Press reports suggest that Greece and the IMF, ECB, and European Commission (formerly known as the ‘troika’) may finally reach a tentative agreement on the completion of the final review of the current (second) economic adjustment programme. This would release funds that Greece needs to meet its obligations due over the next month. It would also allow the Greek government to make payments to suppliers that have been delayed over the past months.
While preferable to a descent into chaos, an agreement on completion of the second programme will not restore confidence, nor will it resolve the deep economic, financial and political uncertainties that confront Greece today. Policy mistakes and uncertainty have pushed the economy back into a recessionary spiral, with some evident increase in unemployment, deposit withdrawals, and a liquidity squeeze. Thus the focus should swiftly shift to the design of an efficient, realistic and truly reforming new programme.
[...]Policymakers must look forward and must convince the citizens of Greece and its partners that the country has a viable future in the monetary union. Absent a credible long-term programme, even if only in outline form, whatever agreement may be reached now will not be fulfilled.
In the spirit of helping to restore a dialogue and to rebuild trust, we convened a diverse group of senior stakeholders, academics and commentators at London Business School on 18-19 May to discuss the ongoing Greek crisis. Our objectives were to inform the discussions among the partners and to bring the different parties closer on the substance of a strategy for the years to come.1
A remarkable degree of consensus emerged. Greece should quickly reach a new agreement (contract/memorandum) with its partners, in two parts.
First, complete as soon as possible the final review of the current programme that was supposed to be completed by the end of 2014, but has been extended twice (initially by the previous Greek administration till the end of February, and subsequently by the current Greek administration till the end of June).
Second, agree on the goals and means of a subsequent (follow-up) programme that should not repeat the mistakes of the past.
A precondition for both tasks is the restoration of the trust that unfortunately has evaporated over the past years.

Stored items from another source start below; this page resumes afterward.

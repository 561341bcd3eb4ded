package ingest

import (
	"fmt"
	"time"

	"github.com/nats-io/nats.go/jetstream"

	"driftfit/store"
)

// commitToken travels down every worker queue behind the readings of one
// commit; each worker answers with a snapshot of what changed. all asks
// for every changed sensor, whatever the budget (the last commit);
// urgentOnly for the sensors with a decision or calibration waiting alone,
// so that a decision's commit is small.
type commitToken struct {
	parts      chan part
	all        bool
	urgentOnly bool
}

type part struct {
	w     *worker
	batch *store.Batch
	saved uint64        // readings the worker's snapshots hold, ever
	acks  []func(error) // told the commit's outcome
	// pending is the least stream sequence a sensor left out of the
	// snapshot holds unsaved; 0: none. left counts those sensors.
	pending uint64
	left    int
	err     error
}

// ackMark is a stream message the committer can acknowledge once the
// stored position reaches its sequence (acknowledging one acknowledges
// every message before it).
type ackMark struct {
	seq uint64
	msg jetstream.Msg
}

// ackEvery is how many stream messages pass between two ack marks: the
// acknowledgement may lag the stored position by up to that many.
const ackEvery = 64

type commitReq struct {
	tok      *commitToken
	pos      uint64    // stream position of the cut; 0 in direct mode
	bytes    uint64    // Service.streamBytes at the cut
	marks    []ackMark // taken since the last commit, oldest first
	issued   time.Time
	finished chan struct{} // closed once the commit is written (or failed)
}

// commit cuts the stream at the last message handled: every worker
// snapshots its changed sensors once it has applied everything before the
// cut, and the committer writes the snapshots and the position in one
// transaction. It blocks while a commit is queued behind the one
// writing, which is what bounds the work in flight; Run asks
// committerFree first, except for the last commit.
func (s *Service) commit() *commitReq { return s.commitCut(false, false) }

func (s *Service) commitCut(all, urgentOnly bool) *commitReq {
	s.flush()
	tok := &commitToken{parts: make(chan part, len(s.workers)), all: all, urgentOnly: urgentOnly}
	for _, w := range s.workers {
		w.in <- &workBatch{token: tok}
	}
	req := commitReq{tok: tok, issued: time.Now(), finished: make(chan struct{})}
	if s.o.Mode == ModeStream {
		req.pos, req.bytes = s.lastSeq, s.streamBytes
		if s.lastMsg != nil && (len(s.marks) == 0 || s.marks[len(s.marks)-1].seq != s.lastSeq) {
			s.marks = append(s.marks, ackMark{s.lastSeq, s.lastMsg})
		}
		req.marks, s.marks = s.marks, nil
	}
	s.commits <- req
	s.commitBase, s.sinceAck, s.dirty, s.urgent = s.applied.Load(), 0, false, false
	return &req
}

// committerFree reports whether a commit can be queued without waiting.
// A commit writes the sensors touched since the last one, whatever the
// count of readings, so while the committer is busy it is cheaper to keep
// applying and commit more readings at once than to wait: with 10,000
// sensors touched, a commit with fsync takes about 0.3 s on a 2-core VM
// (store's BenchmarkCommit), and waiting on it capped ingest at about
// CommitReadings per commit time. Only the dispatcher sends on s.commits,
// so a free slot cannot fill before commit uses it.
func (s *Service) committerFree() bool { return len(s.commits) < cap(s.commits) }

// snapshot answers a commit token: the changed panes, specs and horizons
// of the sensors touched since their last snapshot, with their alert
// decisions, and the fits recorded at pane closes. It takes every sensor
// with a decision or a calibration waiting, and of the others at most the
// worker's share of CommitMaxSensors, oldest change first; the rest wait
// for the next token. A commit's time grows with the sensors it writes,
// so the budget is what keeps a decision from waiting seconds behind a
// commit of the whole fleet.
func (w *worker) snapshot(tok *commitToken) {
	b := <-w.pool
	var err error
	budget := w.s.budget
	if tok.urgentOnly {
		budget = 0
	}
	rest := w.touch[:0]
	var pending uint64
	for _, ref := range w.touch {
		st := ref.st
		if !tok.all && !st.urgent && budget <= 0 {
			rest = append(rest, ref)
			if st.firstSeq != 0 && (pending == 0 || st.firstSeq < pending) {
				pending = st.firstSeq
			}
			continue
		}
		budget--
		if e := w.save(b, ref); e != nil && err == nil {
			err = e
		}
	}
	clear(w.touch[len(rest):])
	w.touch = rest
	for i := range w.hist {
		h := &w.hist[i]
		if e := b.Record(h.ref.id, &h.sol); e != nil && err == nil {
			err = fmt.Errorf("fit record of %s: %w", h.ref.id, e)
		}
	}
	clear(w.hist)
	w.hist = w.hist[:0]
	var acks []func(error)
	for _, a := range w.taken {
		acks = append(acks, a...)
	}
	clear(w.taken)
	w.taken = w.taken[:0]
	tok.parts <- part{w: w, batch: b, saved: w.saved, acks: acks, pending: pending, left: len(rest), err: err}
}

// save puts one sensor's changes into b and clears its marks.
func (w *worker) save(b *store.Batch, ref *sensorRef) error {
	st := ref.st
	var err error
	keep := func(e error) {
		if e != nil && err == nil {
			err = fmt.Errorf("sensor %s: %w", ref.id, e)
		}
	}
	if st.dropped {
		st.dropped = false
		keep(b.DropPanes(ref.id))
		keep(b.SetRestart(ref.id, st.since))
	} else if st.cutMoved {
		keep(b.SetRestart(ref.id, st.since))
	}
	st.cutMoved = false
	keep(b.Sensor(ref.id, st.sensor))
	keep(w.savePeer(b, ref))
	if st.lastSeq != 0 && st.lastSeq != st.savedSeq {
		keep(b.SetSeq(ref.id, st.lastSeq))
		st.savedSeq = st.lastSeq
	}
	for _, out := range st.outs {
		keep(b.Alerts(out))
	}
	clear(st.outs)
	st.outs = st.outs[:0]
	if len(st.acks) > 0 {
		w.taken = append(w.taken, st.acks)
		st.acks = nil
	}
	w.saved += st.unsaved
	st.touched, st.urgent, st.firstSeq, st.unsaved = false, false, 0, 0
	return err
}

// committer writes commits in order, then acknowledges them on the bus.
// It is the only writer of the DB while the service runs.
func (s *Service) committer() {
	var pruneNext, thinNext time.Time
	var marks []ackMark
	var stored uint64
	for req := range s.commits {
		parts := make([]part, 0, len(s.workers))
		applied := s.appliedBase
		pos := req.pos
		left := 0
		var err error
		for range s.workers {
			p := <-req.tok.parts
			parts = append(parts, p)
			applied += p.saved
			left += p.left
			if p.pending != 0 && p.pending <= pos {
				pos = p.pending - 1 // a sensor left out holds that message unsaved
			}
			if p.err != nil && err == nil {
				err = p.err
			}
		}
		marks = append(marks, req.marks...)
		batches := make([]*store.Batch, len(parts))
		for i := range parts {
			batches[i] = parts[i].batch
		}
		stored = s.position.Load() // a start with ResetPosition lowers it after this goroutine began
		if pos < stored {
			pos = stored // a position never moves back
		}
		if pos != 0 {
			batches[0].SetPosition(pos)
		}
		batches[0].SetApplied(applied)
		for _, it := range s.outbox.takeDone() {
			batches[0].OutboxDone(it.Lane, it.Seq)
		}
		var st store.CommitStats
		t0 := time.Now()
		if err == nil {
			st, err = s.o.DB.Commit(batches...)
		}
		for _, p := range parts {
			p.w.pool <- p.batch
		}
		if err != nil {
			err = fmt.Errorf("ingest: commit at position %d: %w", pos, err)
			for _, p := range parts {
				for _, a := range p.acks {
					a(err)
				}
			}
			// The file keeps the last good commit; Run stops, and a
			// restart resumes from that commit's position.
			s.fail(err)
			close(req.finished)
			wake(s.freed)
			continue
		}
		s.outbox.committed(st.Outbox)
		for _, p := range parts {
			for _, a := range p.acks {
				a(nil)
			}
		}
		took := time.Since(t0)
		if pos != 0 {
			s.position.Store(pos)
			stored = pos
		}
		if m := s.o.Metrics; m != nil {
			m.CommitTime.Observe(took.Seconds())
			m.CommitBytes.Add(float64(st.Bytes))
		}
		s.log.Debug().Uint64("position", pos).Int("bytes", st.Bytes).Int("puts", st.Puts).Dur("took", took).Msg("committed")
		// Acknowledge the newest mark the stored position covers: the bus
		// may then forget what the file holds.
		n := 0
		for n < len(marks) && marks[n].seq <= pos {
			n++
		}
		if n > 0 {
			if err := marks[n-1].msg.Ack(); err != nil {
				s.log.Warn().Err(err).Uint64("position", marks[n-1].seq).Msg("acknowledgement not sent")
			}
			marks = append(marks[:0], marks[n:]...)
		}
		s.purgeTo(purgeReq{seq: pos, bytes: req.bytes}) // the stored position: every message up to it is in the file
		if r := s.o.HistoryRetention; r > 0 && !time.Now().Before(pruneNext) {
			n, more, err := s.o.DB.PruneHistory(s.o.Now().Add(-r), 500)
			switch {
			case err != nil:
				s.log.Error().Err(err).Msg("history retention")
				pruneNext = time.Now().Add(time.Minute)
			case more:
				// Keep going, one small chunk per commit.
			default:
				pruneNext = time.Now().Add(time.Minute)
			}
			if n > 0 {
				s.log.Debug().Int("n", n).Msg("old fit history deleted")
			}
		}
		if a, to := s.o.HistoryThinAfter, s.o.HistoryThinTo; a > 0 && to > 0 && !time.Now().Before(thinNext) {
			n, more, err := s.o.DB.ThinHistory(s.o.Now().Add(-a), to, 500)
			switch {
			case err != nil:
				s.log.Error().Err(err).Msg("history thinning")
				thinNext = time.Now().Add(time.Minute)
			case more:
				// Keep going, one small chunk per commit.
			default:
				thinNext = time.Now().Add(time.Minute)
			}
			if n > 0 {
				s.log.Debug().Int("n", n).Msg("fit history thinned")
			}
		}
		for _, e := range st.SetAside {
			s.badLog.Error().Str("sensor", e.Sensor).Err(e.Err).Msg("sensor left out of the commit: its state fails the checks a restore applies")
			if m := s.o.Metrics; m != nil {
				m.SetAside.Inc()
			}
		}
		s.backlog.Store(left > 0)
		close(req.finished)
		wake(s.freed)
	}
}

// fail reports a fatal error to Run once.
func (s *Service) fail(err error) {
	select {
	case s.fatal <- err:
	default:
	}
}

Sadly, the leaks to the international press on the ongoing negotiations between Greece and the institutions indicate that once more, the discussions are centred on fiscal issues – and to some lesser extent on pensions and further labour market liberalisation. Yet while Greece should not revert to the era of deficits and establishing a sustainable social security system is needed, it is disappointing that there is not much discussion on the major structural deficiencies of the Greek economy. The new programme should focus on opening-up closed and oligopolistic product markets, removing barriers to entry and expansion, reducing red tape, and tackling tax evasion. The new programme should also focus on public administration reform and on building institutional capacity. It is time to tackle the deep issues rather than myopically focusing on fiscal measures.